TASK ITEM: Out of the entries that follow, copy each line containing "typeof".
##### DATASET EXTRACT #####
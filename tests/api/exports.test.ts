import ExcelJS from 'exceljs';
import Papa from 'papaparse';
import type request from 'supertest';
import { afterAll, beforeAll, describe, expect, it } from 'vitest';
import { ROLES, kindOfRole } from '../../shared/domain/roles';
import { DEMO_CATALOGUES, installCatalogue } from '../../seeds/02-catalogue';
import { safeCell } from '../../server/modules/exports/spreadsheet-text';
import { Client, createTestApp, type TestApp } from '../setup/test-app';
import { makeOrgWithUser, TEST_PASSWORD } from '../setup/factories';

let t: TestApp;
beforeAll(async () => {
  t = await createTestApp({ LOGIN_RATE_LIMIT: '1000' });
});
afterAll(async () => t.close());

async function signedIn(kind: 'contractor' | 'merchant' = 'contractor', role: (typeof ROLES)[number] = 'contractor_estimator') {
  const u = await makeOrgWithUser(t.db, kind, role);
  const c = new Client(t.app);
  expect((await c.login(u.email, TEST_PASSWORD)).status).toBe(200);
  return { ...u, c };
}

/**
 * Names a spreadsheet could run: a formula, a command after +/-, a function after @. They are stored as
 * given (they are only names) and must come out as text.
 */
const FORMULA_BUILDING = '=HYPERLINK("http://evil.test","open me")';
const SCHEDULE = [
  'building,face,quantity,pitch_deg,rafter_mm,eaves_mm,left,right,top',
  `"${FORMULA_BUILDING.replace(/"/g, '""')}",+cmd|' /C calc'!A0,2,40,5000,8000,verge,verge,ridge`,
  `"${FORMULA_BUILDING.replace(/"/g, '""')}",-2+3,2,40,5000,8000,verge,verge,ridge`,
  'Plain,@SUM(1),1,40,5000,8000,verge,verge,ridge',
  'Plain,Back,1,40,5000,8000,verge,verge,ridge',
  '',
].join('\n');

async function estimateWithFormulaNames() {
  const m = await makeOrgWithUser(t.db, 'merchant', 'merchant_owner');
  const { systemIds } = await installCatalogue(t.db, m.organisationId, [{ id: m.branchId!, priceFactor: 1, stockFactor: 1 }], DEMO_CATALOGUES[0]);
  const owner = await signedIn('contractor', 'contractor_owner');
  const p = await owner.c.post('/api/projects', { name: '=1+1 Terrace', site_address: 'Tansy Lane' });
  const token = await owner.c.csrf();
  const s = await owner.c.agent.post(`/api/projects/${p.body.id}/schedule`).set('X-CSRF-Token', token).set('Content-Type', 'text/csv').send(SCHEDULE);
  expect(s.status).toBe(201);
  const e = await owner.c.post(`/api/projects/${p.body.id}/estimates`, { system_id: systemIds[0].id });
  expect(e.status).toBe(201);
  return { ...owner, estimate: e.body };
}

const binary = (res: request.Response, cb: (err: Error | null, body: Buffer) => void) => {
  const chunks: Buffer[] = [];
  res.on('data', (c: Buffer) => chunks.push(c));
  res.on('end', () => cb(null, Buffer.concat(chunks)));
};

async function download(c: Client, path: string): Promise<{ status: number; type: string; body: Buffer; disposition: string }> {
  const res = await c.agent
    .get(path)
    .buffer(true)
    .parse(binary as never);
  return { status: res.status, type: String(res.headers['content-type']), body: res.body as Buffer, disposition: String(res.headers['content-disposition']) };
}

function textCells(ws: ExcelJS.Worksheet): string[] {
  const out: string[] = [];
  ws.eachRow((row) => row.eachCell((cell) => typeof cell.value === 'string' && out.push(cell.value)));
  return out;
}

describe('the estimate as a spreadsheet', () => {
  it('reads back with the bill of materials and the per-face table as numbers with number formats and a frozen header', async () => {
    const { c, estimate } = await estimateWithFormulaNames();
    const res = await download(c, `/api/estimates/${estimate.id}/export.xlsx`);
    expect(res.status).toBe(200);
    expect(res.type).toMatch(/spreadsheetml\.sheet/);
    expect(res.disposition).toMatch(new RegExp(`estimate-${estimate.id}\\.xlsx`));

    const wb = new ExcelJS.Workbook();
    await wb.xlsx.load(res.body as unknown as ArrayBuffer);
    expect(wb.worksheets.map((w) => w.name)).toEqual(['Bill of materials', 'Faces', 'Pallets', 'Lorry loads', 'Roof loading', 'About']);

    const bill = wb.getWorksheet('Bill of materials')!;
    expect(bill.views[0]).toMatchObject({ state: 'frozen', ySplit: 1 });
    expect(bill.getRow(1).values).toEqual([undefined, 'Category', 'SKU', 'Description', 'Quantity', 'Unit', 'Pack size', 'Packs', 'Pack price', 'Total']);
    estimate.lines.forEach((l: { sku: string; quantity: number; packs: number; unit_price: number; total: number }, i: number) => {
      const row = bill.getRow(i + 2);
      expect(row.getCell(2).value).toBe(l.sku);
      expect(row.getCell(4).value).toBe(l.quantity);
      expect(row.getCell(7).value).toBe(l.packs);
      // Minor units become pounds and pence in the sheet, formatted as money.
      expect(row.getCell(8).value).toBe(l.unit_price / 100);
      expect(row.getCell(9).value).toBe(l.total / 100);
      expect(row.getCell(9).numFmt).toBe('#,##0.00');
      expect(row.getCell(7).numFmt).toBe('#,##0');
    });
    const subtotal = bill.getRow(estimate.lines.length + 2);
    expect(subtotal.getCell(1).value).toBe('Subtotal');
    expect(subtotal.getCell(9).value).toBe(estimate.totals.subtotal / 100);

    const faces = wb.getWorksheet('Faces')!;
    expect(faces.views[0]).toMatchObject({ state: 'frozen', ySplit: 1 });
    expect(faces.rowCount).toBe(1 + estimate.result.faces.length);
    const first = estimate.result.faces[0];
    expect(faces.getRow(2).getCell(4).value).toBe(first.pitch_deg);
    expect(faces.getRow(2).getCell(6).value).toBe(first.slope_area_m2);
    expect(faces.getRow(2).getCell(6).numFmt).toBe('#,##0.00');
    expect(faces.getRow(2).getCell(8).value).toBe(first.gauge_mm);

    const about = textCells(wb.getWorksheet('About')!).join('\n');
    expect(about).toMatch(/fixing specification/);
    expect(about).toMatch(/Engine version/);
  });

  it('carries the delivery: each pallet with its faces, tiles and weight, the lorry loads and each face’s roof-loading stacks', async () => {
    const { c, estimate } = await estimateWithFormulaNames();
    const res = await download(c, `/api/estimates/${estimate.id}/export.xlsx`);
    const wb = new ExcelJS.Workbook();
    await wb.xlsx.load(res.body as unknown as ArrayBuffer);
    type Pallet = { n: number; kind: string; tiles: number; weight_kg: number; faces: { building: string; face: string; tiles: number }[]; items: { item: string; quantity: number }[] };
    const pallets = estimate.result.pallets as Pallet[];
    expect(pallets.length).toBeGreaterThan(1);

    const sheet = wb.getWorksheet('Pallets')!;
    expect(sheet.views[0]).toMatchObject({ state: 'frozen', ySplit: 1 });
    expect(sheet.getRow(1).values).toEqual([undefined, 'Pallet', 'Kind', 'Building', 'Face', 'Item', 'Tiles', 'Quantity', 'Pallet tiles', 'Pallet weight (kg)']);
    const rows: { n: number; kind: string; face: string | null; tiles: number | null; quantity: number | null; weight: number }[] = [];
    sheet.eachRow((row, i) => {
      if (i === 1) return;
      const v = (col: number) => row.getCell(col).value;
      rows.push({ n: v(1) as number, kind: v(2) as string, face: (v(4) as string | null) ?? null, tiles: (v(6) as number | null) ?? null, quantity: (v(7) as number | null) ?? null, weight: v(9) as number });
    });
    for (const p of pallets) {
      const mine = rows.filter((r) => r.n === p.n);
      expect(mine.length, `pallet ${p.n}`).toBe(p.faces.length + p.items.length);
      expect(mine.every((r) => r.weight === p.weight_kg)).toBe(true);
      expect(mine.reduce((s, r) => s + (r.tiles ?? 0), 0)).toBe(p.tiles);
      expect(mine[0].kind).toBe(p.kind === 'tiles' ? 'Tiles' : 'Accessories');
    }
    // Every tile ordered is on a pallet, face by face (the spare allowance on its own row).
    expect(rows.reduce((s, r) => s + (r.tiles ?? 0), 0)).toBe(estimate.result.totals.tiles_order);
    expect(rows.some((r) => r.face === 'Back')).toBe(true);

    const loads = wb.getWorksheet('Lorry loads')!;
    expect(loads.rowCount).toBe(1 + estimate.result.loads.length);
    const listed: number[] = [];
    let weight = 0;
    loads.eachRow((row, i) => {
      if (i === 1) return;
      listed.push(...String(row.getCell(2).value).split(', ').map(Number));
      expect(row.getCell(3).value).toBe(String(row.getCell(2).value).split(', ').length);
      weight += row.getCell(4).value as number;
    });
    // Each pallet goes on exactly one load, and the loads weigh what the delivery weighs.
    expect(listed.sort((a, b) => a - b)).toEqual(pallets.map((p) => p.n).sort((a, b) => a - b));
    // Each load's weight is rounded to 0.1 kg, so their sum may differ from the total by a rounding step per load.
    expect(Math.abs(weight - estimate.result.totals.weight_kg)).toBeLessThanOrEqual(0.1 * estimate.result.loads.length);

    const stacks = wb.getWorksheet('Roof loading')!;
    expect(stacks.getRow(1).values).toEqual([undefined, 'Building', 'Face', 'Copies', 'Batten from the eaves', 'Stacks', 'Tiles (full stacks)', 'Face stacks', 'Face load (kg)']);
    const faces = estimate.result.faces as { face: string; courses: number; stacks: number; stacks_by_row: number[] }[];
    const every = estimate.system_input.roof_loading.every_nth_batten as number;
    let r = 2;
    for (const f of faces) {
      f.stacks_by_row.forEach((n, i) => {
        const row = stacks.getRow(r++);
        expect(row.getCell(2).value).toBe(safeCell(f.face));
        expect(row.getCell(4).value).toBe(f.courses - i * every);
        expect(row.getCell(5).value).toBe(n);
      });
      // The rows of a face hold all its stacks.
      expect(f.stacks_by_row.reduce((s, n) => s + n, 0)).toBe(f.stacks);
    }
    expect(textCells(stacks).join('\n')).toMatch(/fixing specification/);
  });

  it('never lets a cell run as a formula: names starting with = + - @ come out as text with an apostrophe', async () => {
    const { c, estimate } = await estimateWithFormulaNames();
    const res = await download(c, `/api/estimates/${estimate.id}/export.xlsx`);
    const wb = new ExcelJS.Workbook();
    await wb.xlsx.load(res.body as unknown as ArrayBuffer);
    for (const ws of wb.worksheets) {
      ws.eachRow((row) =>
        row.eachCell((cell) => {
          expect(cell.type, `${ws.name}!${cell.address}`).not.toBe(ExcelJS.ValueType.Formula);
          if (typeof cell.value === 'string') expect(cell.value, `${ws.name}!${cell.address}`).not.toMatch(/^\s*[=+\-@\t\r]/);
        }),
      );
    }
    const faceCells = textCells(wb.getWorksheet('Faces')!);
    expect(faceCells).toContain(`'${FORMULA_BUILDING}`);
    expect(faceCells).toContain("'+cmd|' /C calc'!A0");
    expect(faceCells).toContain("'-2+3");
    expect(faceCells).toContain("'@SUM(1)");
    expect(textCells(wb.getWorksheet('About')!)).toContain("'=1+1 Terrace");
  });
});

describe('the estimate as CSV', () => {
  it('gives the bill of materials and the faces table as UTF-8 CSV with neutralised text and plain numbers', async () => {
    const { c, estimate } = await estimateWithFormulaNames();
    const bill = await c.get(`/api/estimates/${estimate.id}/export.csv`);
    expect(bill.status).toBe(200);
    expect(bill.headers['content-type']).toMatch(/^text\/csv; charset=utf-8/);
    expect(bill.text.charCodeAt(0)).toBe(0xfeff);
    const rows = Papa.parse<string[]>(bill.text.slice(1), { skipEmptyLines: true }).data;
    expect(rows[0]).toEqual(['Category', 'SKU', 'Description', 'Quantity', 'Unit', 'Pack size', 'Packs', 'Pack price', 'Total']);
    expect(rows.length).toBe(1 + estimate.lines.length);
    expect(Number(rows[1][3])).toBe(estimate.lines[0].quantity);
    expect(Number(rows[1][8])).toBe(estimate.lines[0].total / 100);

    const faces = await c.get(`/api/estimates/${estimate.id}/export.csv?table=faces`);
    const faceRows = Papa.parse<string[]>(faces.text.slice(1), { skipEmptyLines: true }).data;
    expect(faceRows.length).toBe(1 + estimate.result.faces.length);
    const names = faceRows.slice(1).flatMap((r) => [r[0], r[1]]);
    expect(names).toContain(`'${FORMULA_BUILDING}`);
    expect(names).toContain("'-2+3");
    for (const cell of faceRows.slice(1).flat()) expect(cell).not.toMatch(/^\s*[=+\-@\t\r]/);
    expect((await c.get(`/api/estimates/${estimate.id}/export.csv?table=prices`)).status).toBe(422);
  });
});

describe('no role exports another contractor’s estimate', () => {
  it('refuses every role of every other firm, as xlsx and as CSV', async () => {
    const { estimate } = await estimateWithFormulaNames();
    for (const role of ROLES) {
      const actor = await signedIn(kindOfRole(role), role);
      for (const path of [`/api/estimates/${estimate.id}/export.xlsx`, `/api/estimates/${estimate.id}/export.csv`]) {
        const res = await actor.c.get(path);
        expect([403, 404], `${role} ${path}: ${res.status}`).toContain(res.status);
      }
    }
  });
});
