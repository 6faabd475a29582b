import { describe, expect, it } from 'vitest';
import { createDb, migrateLatest } from '../../server/db/knex';
import { createTestPgDatabase } from '../setup/pg-database';

// Servers started together on a new PostgreSQL database all migrate it at start-up: one does the
// work and the others wait for it, rather than stopping with "Migration table is already locked".
describe.skipIf(process.env.TEST_DB !== 'postgres')('three servers starting together on an empty PostgreSQL database', () => {
  it('all start: one migrates and the others wait, and every migration runs once', async () => {
    const database = await createTestPgDatabase();
    const servers = [0, 1, 2].map(() => createDb(database.url));
    try {
      const outcomes = await Promise.allSettled(servers.map((db) => migrateLatest(db)));
      expect(outcomes.map((o) => (o.status === 'rejected' ? String(o.reason) : 'started'))).toEqual(['started', 'started', 'started']);
      const names = (await servers[0]('knex_migrations').pluck('name')) as string[];
      expect(names.length).toBeGreaterThan(10);
      expect(new Set(names).size).toBe(names.length);
    } finally {
      await Promise.all(servers.map((db) => db.destroy()));
      await database.drop();
    }
  }, 120_000);
});
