import { afterAll, beforeAll, describe, expect, it } from 'vitest';
import { ROLES, kindOfRole } from '../../shared/domain/roles';
import { orderListSchema, orderSchema } from '../../shared/schemas/order.schema';
import { DEMO_CATALOGUES } from '../../seeds/02-catalogue';
import { createTestApp, type TestApp } from '../setup/test-app';
import { inDays, signIn } from '../setup/scenario';
import { contractorWithEstimate as sharedContractor, merchantWithCatalogue, type TestMerchant } from '../setup/order-scenario';
import { makeOrgWithUser } from '../setup/factories';

let t: TestApp;
beforeAll(async () => {
  t = await createTestApp({ LOGIN_RATE_LIMIT: '1000' });
});
afterAll(async () => t.close());

const [TOLLERBECK, CADDONMERE] = DEMO_CATALOGUES;

const login = (email: string) => signIn(t.app, email);

const merchant = (catalogue = TOLLERBECK) => merchantWithCatalogue(t, catalogue);

/** A contractor's estimator with a site (crane allowed, overhead lines present) and an estimate from the merchant's first system. */
const contractorWithEstimate = (m: TestMerchant, access: Record<string, string> = {}) => sharedContractor(t, m, { site_postcode: 'TB2 6FM', overhead_lines: 'present', ...access });

async function world() {
  const m = await merchant();
  const k = await contractorWithEstimate(m);
  return { m, k };
}

const orderBody = (k: { estimate: { id: number } }, m: { branchId: number }, over: Record<string, unknown> = {}) => ({
  estimate_id: k.estimate.id,
  branch_id: m.branchId,
  requested_date: inDays(7),
  time_window: '07:30-12:00',
  delivery_method: 'roof',
  notes: 'Ring Lowri on arrival',
  po_reference: 'PO-4471',
  ...over,
});
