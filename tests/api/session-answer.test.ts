import { afterAll, beforeAll, describe, expect, it } from 'vitest';
import { sessionAnswerSchema } from '../../shared/schemas/auth.schema';
import { Client, createTestApp, type TestApp } from '../setup/test-app';
import { makeOrgWithUser, TEST_PASSWORD } from '../setup/factories';

let t: TestApp;
beforeAll(async () => {
  t = await createTestApp({ LOGIN_RATE_LIMIT: '100' });
});
afterAll(async () => t.close());

describe('asking who is signed in', () => {
  it('answers 200 with no session when nobody is signed in, and with the person once they are', async () => {
    const c = new Client(t.app);
    const before = await c.get('/api/auth/session');
    expect(before.status).toBe(200);
    expect(sessionAnswerSchema.parse(before.body)).toEqual({ session: null });

    const u = await makeOrgWithUser(t.db, 'merchant', 'merchant_sales');
    expect((await c.login(u.email, TEST_PASSWORD)).status).toBe(200);
    const during = sessionAnswerSchema.parse((await c.get('/api/auth/session')).body);
    expect(during.session?.user.email).toBe(u.email);
    expect(during.session?.organisation.kind).toBe('merchant');

    expect((await c.post('/api/auth/logout')).status).toBe(204);
    expect((await c.get('/api/auth/session')).body).toEqual({ session: null });
  });
});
#####
ANSWER TO THIS TASK:
async function signedIn(kind: 'contractor' | 'merchant' = 'contractor', role: (typeof ROLES)[number] = 'contractor_estimator') {
  ws.eachRow((row) => row.eachCell((cell) => typeof cell.value === 'string' && out.push(cell.value)));
          if (typeof cell.value === 'string') expect(cell.value, `${ws.name}!${cell.address}`).not.toMatch(/^\s*[=+\-@\t\r]/);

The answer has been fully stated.